Thanks for the follow-up report!

I was seriously leaning towards the Honda after your post, but I went into the store this morning and played with the snow chute controls. In a different driveway, I don't think I'd be deterred by them (they are very sturdy), but in my particular driveway scenario, I need to be constantly adjusting -- and they are just too stiff and placed too low down to be using them on every short pass. (I've got VERY limited areas to throw the snow and LOTS of obstacles to work around)

The salesmen did give a nod to the Honda for its more aggressive paddle design (over the Toro), which he said would do a better job clearing the "snowcrete" as you said. Looks to be a GREAT machine in many respects. I really wish it would have worked for my driveway because it's less expensive to begin with and has some better deals on it currently. So if anyone else is reading this and considering between these two machines and they've got a pretty wide open driveway, I think I'd recommend the Honda to them.
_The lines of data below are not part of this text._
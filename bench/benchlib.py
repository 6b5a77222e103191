"""Shared helpers of the benchmarks: machine description, timed runs, bare OpenMM loops.

Every benchmark prints ratios of quantities measured side by side in one process run,
never against numbers from another run.
"""

import datetime
import os
import platform as _platform
import subprocess
import sys
import tempfile
import textwrap
import time
from pathlib import Path

REPO = Path(__file__).resolve().parents[1]
if str(REPO) not in sys.path:
    sys.path.insert(0, str(REPO))

import boost.cores                                # noqa: E402
from boost.protocol import load_protocol          # noqa: E402
from boost.plan import make_plan  # noqa: E402
from boost.scheduler import Scheduler  # noqa: E402


# -- the machine ------------------------------------------------------------------------
def cpu_model():
    """The CPU model name from /proc/cpuinfo ('unknown' elsewhere)."""
    try:
        for line in Path("/proc/cpuinfo").read_text().splitlines():
            if line.lower().startswith("model name"):
                return line.split(":", 1)[1].strip()
    except OSError:
        pass
    return _platform.processor() or "unknown"


def usable_cores():
    return len(boost.cores.usable_cores())


def git_revision():
    try:
        head = subprocess.run(["git", "-C", str(REPO), "rev-parse", "--short", "HEAD"],
                              capture_output=True, text=True, check=True).stdout.strip()
        dirty = subprocess.run(["git", "-C", str(REPO), "status", "--porcelain", "boost"],
                               capture_output=True, text=True, check=True).stdout.strip()
        return head + (" (boost/ modified)" if dirty else "")
    except (OSError, subprocess.CalledProcessError):
        return "unknown"


def load_average():
    """The 1-minute load average (other processes competing for the cores)."""
    try:
        return float(Path("/proc/loadavg").read_text().split()[0])
    except (OSError, ValueError, IndexError):
        return float("nan")


_SPIN = ("import time\nstart = time.perf_counter()\ncpu = time.process_time()\n"
         "while time.perf_counter() - start < {seconds}: pass\n"
         "print((time.process_time() - cpu) / (time.perf_counter() - start))")


def core_availability(seconds=1.0):
    """Mean share of a core that each of ``usable_cores()`` busy processes actually got.

    1.0 on an idle machine; well below 1 when other processes compete, and then wall
    times (and most of all parallel speedups) are not to be trusted.
    """
    command = [sys.executable, "-c", _SPIN.format(seconds=seconds)]
    spinners = [subprocess.Popen(command, stdout=subprocess.PIPE, text=True) for _ in range(usable_cores())]
    shares = [float(p.communicate()[0]) for p in spinners]
    return sum(shares) / len(shares)


def describe_load(when):
    """One line: load average and measured core availability."""
    share = core_availability()
    note = "" if share > 0.9 else "  << machine busy: wall-time ratios are unreliable"
    text = f"load      {when}: 1-min load average {load_average():.1f}, core availability {share:.0%}{note}"
    print(text, flush=True)
    return share


def describe_machine(title):
    """Print and return a short header: benchmark, date, CPU, cores, versions, load."""
    from importlib.metadata import version

    import numpy
    import openmm

    lines = [
        f"== {title}",
        f"date      {datetime.datetime.now().astimezone().strftime('%Y-%m-%d %H:%M %Z')}",
        f"cpu       {cpu_model()}; {os.cpu_count()} logical cores, {usable_cores()} usable",
        f"python    {_platform.python_version()}; openmm {openmm.__version__}; "
        f"numpy {numpy.__version__}; pymbar {version('pymbar')}",
        f"boost     git {git_revision()}",
    ]
    text = "\n".join(lines)
    print(text, flush=True)
    describe_load("start")
    return text


# -- protocols and timed runs ------------------------------------------------------------
def write_protocol(folder, name, text):
    """Write a protocol (dedented) as folder/name.yaml and return its path."""
    path = Path(folder) / f"{name}.yaml"
    path.write_text(textwrap.dedent(text))
    return path


def _descendants(pid):
    """Process ids of every live descendant of ``pid`` (Linux /proc)."""
    parent_of = {}
    for entry in Path("/proc").iterdir():
        if entry.name.isdigit():
            try:
                stat = (entry / "stat").read_text()
            except OSError:
                continue
            parent_of[int(entry.name)] = int(stat.rpartition(")")[2].split()[1])
    found, frontier = set(), {pid}
    while frontier:
        frontier = {child for child, parent in parent_of.items() if parent in frontier} - found
        found |= frontier
    return found


def tree_cpu_seconds(root=None):
    """CPU seconds (user + system) used so far by this process and its live descendants.

    Worker processes are grandchildren (children of multiprocessing's fork server), so
    their time is read from /proc/PID/stat while they are alive. ``root``: count the
    process tree under that pid instead (e.g. the MPI launcher's proxy, whose children
    are all the ranks of this machine).
    """
    ticks = os.sysconf("SC_CLK_TCK")
    total = time.process_time() if root is None else 0.0
    pids = _descendants(os.getpid()) if root is None else _descendants(root) | {root}
    for pid in pids:
        try:
            fields = Path(f"/proc/{pid}/stat").read_text().rpartition(")")[2].split()
        except OSError:
            continue
        total += (int(fields[11]) + int(fields[12])) / ticks
    return total


class TimedScheduler(Scheduler):
    """The real Scheduler; only the cycle loop is wrapped in a timer.

    ``loop_seconds`` covers every cycle (MD, reports, reduced potentials, swaps, ledger
    transaction, checkpoints); everything before it (worker start, contexts,
    minimisation, first checkpoint) is setup. ``loop_cpu_seconds`` is the CPU time of
    this process and its worker processes over the same span.
    """

    loop_seconds = None
    loop_cpu_seconds = None
    cpu_root = None

    def _loop(self, *args, **kwargs):
        cpu = tree_cpu_seconds(self.cpu_root)
        start = time.perf_counter()
        try:
            return super()._loop(*args, **kwargs)
        finally:
            self.loop_seconds = time.perf_counter() - start
            self.loop_cpu_seconds = tree_cpu_seconds(self.cpu_root) - cpu


def timed_run(protocol_path, folder, *, platform=None, workers=None, comm=None, cpu_root=None):
    """Plan and run a protocol; return a dict of timings (s) and sizes.

    plan_s: make_plan (system build, platform probe when 'auto'); setup_s: Scheduler.run
    outside the loop; loop_s: the cycle loop; steps: MD steps of all walkers.
    """
    protocol = load_protocol(protocol_path)
    start = time.perf_counter()
    plan = make_plan(protocol, platform=platform)
    planned = time.perf_counter()
    scheduler = TimedScheduler(plan, folder, progress=False, workers=workers, comm=comm)
    scheduler.cpu_root = cpu_root
    scheduler.run()
    total = time.perf_counter() - planned
    run = protocol.run
    return {"plan_s": planned - start, "setup_s": total - scheduler.loop_seconds,
            "loop_s": scheduler.loop_seconds, "loop_cpu_s": scheduler.loop_cpu_seconds, "run_s": total, "n_cycles": run.n_cycles,
            "steps": run.n_cycles * run.steps_per_cycle * plan.n_walkers,
            "n_walkers": plan.n_walkers, "platform": plan.platform, "plan": plan}


class BareLoop:
    """One context per condition stepped in turn by plain integrator.step, nothing else.

    Same System (umbrella forces included), integrator, platform, temperatures and
    starting positions as the plan's walkers.
    """

    def __init__(self, plan):
        import openmm
        from openmm import unit

        protocol = plan.protocol
        platform = openmm.Platform.getPlatformByName(plan.platform.name)
        self.steps = protocol.run.steps_per_cycle
        self.contexts = []
        for condition in plan.conditions:
            integrator = openmm.LangevinMiddleIntegrator(
                condition.temperature * unit.kelvin, protocol.friction / unit.picosecond,
                protocol.timestep * unit.picosecond)
            integrator.setRandomNumberSeed(condition.index + 1)
            context = openmm.Context(plan.system, integrator, platform, plan.platform.properties)
            context.setPositions(plan.built.positions)
            context.setVelocitiesToTemperature(condition.temperature * unit.kelvin, condition.index + 1)
            self.contexts.append((context, integrator))
        self.cycle()      # warm-up, as the walkers' minimisation is setup too

    def cycle(self):
        for _, integrator in self.contexts:
            integrator.step(self.steps)


def bare_loop_seconds(plan, n_cycles):
    """(wall, CPU) seconds of ``n_cycles`` cycles of a :class:`BareLoop`."""
    loop = BareLoop(plan)
    cpu, start = time.process_time(), time.perf_counter()
    for _ in range(n_cycles):
        loop.cycle()
    return time.perf_counter() - start, time.process_time() - cpu


def temporary_folder(prefix):
    return tempfile.TemporaryDirectory(prefix=f"boost-bench-{prefix}-")


def pin_to_one_core():
    """Restrict this process (and every child it starts later) to one core; returns it."""
    core = min(os.sched_getaffinity(0))
    os.sched_setaffinity(0, {core})
    return core


def verdict(value, target, *, at_least=True):
    ok = value >= target if at_least else value <= target
    return "PASS" if ok else "MISS"


def print_table(header, rows):
    """A plain text table; rows are sequences of already formatted cells."""
    widths = [max(len(str(c)) for c in column) for column in zip(header, *rows)]
    line = "  ".join(f"{h:<{w}}" for h, w in zip(header, widths))
    print(line)
    print("  ".join("-" * w for w in widths))
    for row in rows:
        print("  ".join(f"{str(c):<{w}}" for c, w in zip(row, widths)))
    sys.stdout.flush()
But because the Honda is now out of the picture for me, I'm more seriously considering the Toro Snowmaster 724 QXE. We have the space to store it both in season and off-season. If we didn't have the space, I'd be getting the 721 QZE.

Thanks again for your feedback!


----------



## Freezn (Mar 1, 2014)

Jeff Mitchell said:


> But because the Honda is now out of the picture for me, I'm more seriously considering the Toro Snowmaster 724 QXE. We have the space to store it both in season and off-season. If we didn't have the space, I'd be getting the 721 QZE.



Just out of curiosity, if you're committed to the Toro Snowmaster why not go with the 824 QXE for more power? Always nice to have a little extra power for those heavy wet snowfalls.


----------



## Jeff Mitchell (Dec 9, 2018)

Freezn said:


> Just out of curiosity, if you're committed to the Toro Snowmaster why not go with the 824 QXE for more power? Always nice to have a little extra power for those heavy wet snowfalls.


Freezn, the only factor would be cost. However, they are running a deal right now where I can get it for $50 more, instead of the normal $100 price difference.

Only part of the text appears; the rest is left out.